::: Materials provided
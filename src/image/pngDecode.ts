import { takeFloat32 } from '../common/index.ts';
import { checkDecodeBytes, checkDecodedSize, corrupt, sizeWords } from './checks.ts';
import { inflateByStreams, inflateZlib, platformCodecs, ZlibProblem, type ZlibSource } from './inflate.ts';
import { pngPixelSizeUm } from './pixelSize.ts';
import { unitTable } from './samples.ts';
import { makeImage, MAX_DECODE_BYTES, type Image } from './types.ts';
import { KernelArena, loadedTensorKernel, type KernelExports } from '../wasm/index.ts';

/**
 * PNG decoding (ISO/IEC 15948:2004, "PNG (Second Edition)"), written here: the decoder library used
 * before inflated ancillary chunks (iCCP, zTXt, iTXt) without bound and did not check the zlib
 * checksum. This one reads only the chunks the analysis uses (IHDR,
 * PLTE, IDAT, IEND and pHYs), checks every one of their CRCs, skips every other ancillary chunk
 * unread, inflates the image data row by row with a cap of exactly the size IHDR implies, checks the
 * Adler-32 and writes samples straight into the float planes, so memory is the planes plus a few rows.
 * With the platform's inflater (node:zlib in the command line, usePlatformCodecs), when the filtered image
 * fits beside the planes in the memory limit, it is inflated at once (same cap and checks) and unfiltered
 * where it lies: the planes plus the filtered bytes, at most as large again. Rows of 8 or 16 bits per sample
 * (no palette, not interlaced) are unfiltered and converted by the WebAssembly kernel, as they are inflated, when
 * this thread has loaded it (KernelRows: the same bits, four to ten times quicker).
 */

const FORMAT = 'PNG';
const SIGNATURE_BYTES = 8;

/** IHDR colour types (ISO 15948 Table 11.1): samples per pixel and the bit depths each allows. */
const COLOUR_TYPES: Record<number, { name: string; samples: number; depths: number[] }> = {
  0: { name: 'grey', samples: 1, depths: [1, 2, 4, 8, 16] },
  2: { name: 'RGB', samples: 3, depths: [8, 16] },
  3: { name: 'palette', samples: 1, depths: [1, 2, 4, 8] },
  4: { name: 'grey + alpha', samples: 2, depths: [8, 16] },
  6: { name: 'RGBA', samples: 4, depths: [8, 16] },
};
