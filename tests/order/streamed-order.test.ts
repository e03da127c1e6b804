/**
 * The streamed order numbers (src/order/streamedOrder.ts: the image passes through the tensor kernel twice and no
 * field is held) against the held field's (orientationField, then orderParameters) on the same pixels: the same
 * numbers to the bit, by construction (the same kernel and the same sums in the same order), for every option
 * that changes what is summed. The held path is itself checked against closed forms and reference libraries
 * (tests/order/order-parameters.test.ts, tests/orientation/structure-tensor.reference.test.ts).
 */
import { describe, expect, it } from 'vitest';
import { orderParameters, streamedOrderParameters, type OrderOptions } from '../../src/order/index.ts';
import { orientationField, type OrientationFieldOptions } from '../../src/orientation/index.ts';
import { addNoise, grating, swingingStripes as texture } from '../support/synthetic.ts';
import type { Plane } from '../../src/common/plane.ts';
import { InputError } from '../../src/common/errors.ts';

async function both(plane: Plane, o: OrientationFieldOptions & OrderOptions = {}) {
  const field = await orientationField(plane, o);
  const held = orderParameters(field, o);
  const streamed = await streamedOrderParameters(plane, o);
  return { held, field, streamed };
}

describe('streamedOrderParameters: the held field\'s numbers to the bit', () => {
  const plane = texture(333, 251, 7);
  const cases: [string, OrientationFieldOptions & OrderOptions][] = [
    ['defaults', {}],
    ['an axis', { axisDeg: 23 }],
    ['weighting none', { weighting: 'none' }],
    ['weighting strength', { weighting: 'strength', axisDeg: -40 }],
    ['weighting strength-coherency', { weighting: 'strength-coherency' }],
    ['a block size given', { blockPx: 13 }],
    ['Sobel derivatives and a coherency minimum', { derivative: 'sobel', coherencyMin: 0.6 }],
    ['larger scales and a high strength floor', { sigmaPx: 3.5, sigmaDerivPx: 1.5, strengthFloor: 0.3 }],
  ];
  for (const [what, o] of cases) {
    it(what, async () => {
      const { held, field, streamed } = await both(plane, o);
      expect(streamed.summary).toStrictEqual(held);
      expect(streamed.field.options).toStrictEqual(field.options);
      expect(streamed.field.warnings).toStrictEqual(field.warnings);
    });
  }

  it('a region', async () => {
    const region = new Uint8Array(plane.width * plane.height);
    for (let y = 40; y < 200; y++) region.fill(1, y * plane.width + 30, y * plane.width + 290);
    const { held, streamed } = await both(plane, { region, axisDeg: 10 });
    expect(streamed.summary).toStrictEqual(held);
  });

  it('a wide image whose rows are summed in groups cut inside the blocks (more than 2^18 / width rows)', async () => {
    // 4100 px wide: 63 rows a group, cut inside blocks of 96 and more rows.
    const wide = grating(4100, 300, 30, 9);
    const { held, streamed } = await both(addNoise(wide, 0.2, 3), { blockPx: 100 });
    expect(streamed.summary).toStrictEqual(held);
  });

  it('pixels that are not finite: filled, masked with their reach, and the same warning', async () => {
    const p = { ...plane, data: plane.data.slice() };
    p.data[50 * p.width + 60] = NaN;
    p.data[180 * p.width + 200] = Infinity;
    const { held, field, streamed } = await both(p);
    expect(streamed.summary).toStrictEqual(held);
    expect(streamed.field.warnings).toStrictEqual(field.warnings);
    expect(field.warnings.some((w) => w.includes('not finite'))).toBe(true);
  });

  it('a flat image: every pixel masked, the same warnings and undetermined numbers', async () => {
    const flat = { width: 40, height: 30, data: new Float32Array(1200).fill(0.5) };
    const { held, field, streamed } = await both(flat);
    expect(held.n).toBe(0);
    expect(streamed.summary).toStrictEqual(held);
    expect(streamed.field.warnings).toStrictEqual(field.warnings);
  });

  it('small and odd sizes', async () => {
    for (const [w, h] of [[1, 1], [3, 17], [17, 3], [31, 29]]) {
      const { held, streamed } = await both(texture(w, h, w * h));
      expect(streamed.summary, `${w}x${h}`).toStrictEqual(held);
    }
  });

  it('refuses what the held path refuses, with the same message', async () => {
    const cases: (OrientationFieldOptions & OrderOptions)[] = [{ weighting: 'confidence' }, { blockPx: 0 }, { axisDeg: 1000 }, { sigmaPx: 0 }, { region: new Uint8Array(5) }];
    for (const o of cases) {
      const held = await both(plane, o).then(() => null, (e: unknown) => e);
      const streamed = await streamedOrderParameters(plane, o).then(() => null, (e: unknown) => e);
      expect(held).toBeInstanceOf(InputError);
      expect((streamed as Error).message).toBe((held as Error).message);
    }
  });
});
::::::
Task requirements:
Output each entry exactly as written, leaving none out.

Reply:
filename src/image/pngDecode.ts
import { takeFloat32 } from '../common/index.ts';
import { checkDecodeBytes, checkDecodedSize, corrupt, sizeWords } from './checks.ts';
import { inflateByStreams, inflateZlib, platformCodecs, ZlibProblem, type ZlibSource } from './inflate.ts';
import { pngPixelSizeUm } from './pixelSize.ts';
import { unitTable } from './samples.ts';
import { makeImage, MAX_DECODE_BYTES, type Image } from './types.ts';
import { KernelArena, loadedTensorKernel, type KernelExports } from '../wasm/index.ts';

/**
 * PNG decoding (ISO/IEC 15948:2004, "PNG (Second Edition)"), written here: the decoder library used
 * before inflated ancillary chunks (iCCP, zTXt, iTXt) without bound and did not check the zlib
 * checksum. This one reads only the chunks the analysis uses (IHDR,
 * PLTE, IDAT, IEND and pHYs), checks every one of their CRCs, skips every other ancillary chunk
 * unread, inflates the image data row by row with a cap of exactly the size IHDR implies, checks the
 * Adler-32 and writes samples straight into the float planes, so memory is the planes plus a few rows.
 * With the platform's inflater (node:zlib in the command line, usePlatformCodecs), when the filtered image
 * fits beside the planes in the memory limit, it is inflated at once (same cap and checks) and unfiltered
 * where it lies: the planes plus the filtered bytes, at most as large again. Rows of 8 or 16 bits per sample
 * (no palette, not interlaced) are unfiltered and converted by the WebAssembly kernel, as they are inflated, when
 * this thread has loaded it (KernelRows: the same bits, four to ten times quicker).
 */

const FORMAT = 'PNG';
const SIGNATURE_BYTES = 8;

/** IHDR colour types (ISO 15948 Table 11.1): samples per pixel and the bit depths each allows. */
const COLOUR_TYPES: Record<number, { name: string; samples: number; depths: number[] }> = {
  0: { name: 'grey', samples: 1, depths: [1, 2, 4, 8, 16] },
  2: { name: 'RGB', samples: 3, depths: [8, 16] },
  3: { name: 'palette', samples: 1, depths: [1, 2, 4, 8] },
  4: { name: 'grey + alpha', samples: 2, depths: [8, 16] },
  6: { name: 'RGBA', samples: 4, depths: [8, 16] },
};
filename tests/order/streamed-order.test.ts
repository e03da127c1e6b804
/**
 * The streamed order numbers (src/order/streamedOrder.ts: the image passes through the tensor kernel twice and no
 * field is held) against the held field's (orientationField, then orderParameters) on the same pixels: the same
 * numbers to the bit, by construction (the same kernel and the same sums in the same order), for every option
 * that changes what is summed. The held path is itself checked against closed forms and reference libraries
 * (tests/order/order-parameters.test.ts, tests/orientation/structure-tensor.reference.test.ts).
 */
import { describe, expect, it } from 'vitest';
import { orderParameters, streamedOrderParameters, type OrderOptions } from '../../src/order/index.ts';
import { orientationField, type OrientationFieldOptions } from '../../src/orientation/index.ts';
import { addNoise, grating, swingingStripes as texture } from '../support/synthetic.ts';
import type { Plane } from '../../src/common/plane.ts';
import { InputError } from '../../src/common/errors.ts';

async function both(plane: Plane, o: OrientationFieldOptions & OrderOptions = {}) {
  const field = await orientationField(plane, o);
  const held = orderParameters(field, o);
  const streamed = await streamedOrderParameters(plane, o);
  return { held, field, streamed };
}

describe('streamedOrderParameters: the held field\'s numbers to the bit', () => {
  const plane = texture(333, 251, 7);
  const cases: [string, OrientationFieldOptions & OrderOptions][] = [
    ['defaults', {}],
    ['an axis', { axisDeg: 23 }],
    ['weighting none', { weighting: 'none' }],
    ['weighting strength', { weighting: 'strength', axisDeg: -40 }],
    ['weighting strength-coherency', { weighting: 'strength-coherency' }],
    ['a block size given', { blockPx: 13 }],
    ['Sobel derivatives and a coherency minimum', { derivative: 'sobel', coherencyMin: 0.6 }],
    ['larger scales and a high strength floor', { sigmaPx: 3.5, sigmaDerivPx: 1.5, strengthFloor: 0.3 }],
  ];
  for (const [what, o] of cases) {
    it(what, async () => {
      const { held, field, streamed } = await both(plane, o);
      expect(streamed.summary).toStrictEqual(held);
      expect(streamed.field.options).toStrictEqual(field.options);
      expect(streamed.field.warnings).toStrictEqual(field.warnings);
    });
  }

  it('a region', async () => {
    const region = new Uint8Array(plane.width * plane.height);
    for (let y = 40; y < 200; y++) region.fill(1, y * plane.width + 30, y * plane.width + 290);
    const { held, streamed } = await both(plane, { region, axisDeg: 10 });
    expect(streamed.summary).toStrictEqual(held);
  });

  it('a wide image whose rows are summed in groups cut inside the blocks (more than 2^18 / width rows)', async () => {
    // 4100 px wide: 63 rows a group, cut inside blocks of 96 and more rows.
    const wide = grating(4100, 300, 30, 9);
    const { held, streamed } = await both(addNoise(wide, 0.2, 3), { blockPx: 100 });
    expect(streamed.summary).toStrictEqual(held);
  });

  it('pixels that are not finite: filled, masked with their reach, and the same warning', async () => {
    const p = { ...plane, data: plane.data.slice() };
    p.data[50 * p.width + 60] = NaN;
    p.data[180 * p.width + 200] = Infinity;
    const { held, field, streamed } = await both(p);
    expect(streamed.summary).toStrictEqual(held);
    expect(streamed.field.warnings).toStrictEqual(field.warnings);
    expect(field.warnings.some((w) => w.includes('not finite'))).toBe(true);
  });

  it('a flat image: every pixel masked, the same warnings and undetermined numbers', async () => {
    const flat = { width: 40, height: 30, data: new Float32Array(1200).fill(0.5) };
    const { held, field, streamed } = await both(flat);
    expect(held.n).toBe(0);
    expect(streamed.summary).toStrictEqual(held);
    expect(streamed.field.warnings).toStrictEqual(field.warnings);
  });

  it('small and odd sizes', async () => {
    for (const [w, h] of [[1, 1], [3, 17], [17, 3], [31, 29]]) {
      const { held, streamed } = await both(texture(w, h, w * h));
      expect(streamed.summary, `${w}x${h}`).toStrictEqual(held);
    }
  });

  it('refuses what the held path refuses, with the same message', async () => {
    const cases: (OrientationFieldOptions & OrderOptions)[] = [{ weighting: 'confidence' }, { blockPx: 0 }, { axisDeg: 1000 }, { sigmaPx: 0 }, { region: new Uint8Array(5) }];
    for (const o of cases) {
      const held = await both(plane, o).then(() => null, (e: unknown) => e);
      const streamed = await streamedOrderParameters(plane, o).then(() => null, (e: unknown) => e);
      expect(held).toBeInstanceOf(InputError);
      expect((streamed as Error).message).toBe((held as Error).message);
    }
  });
});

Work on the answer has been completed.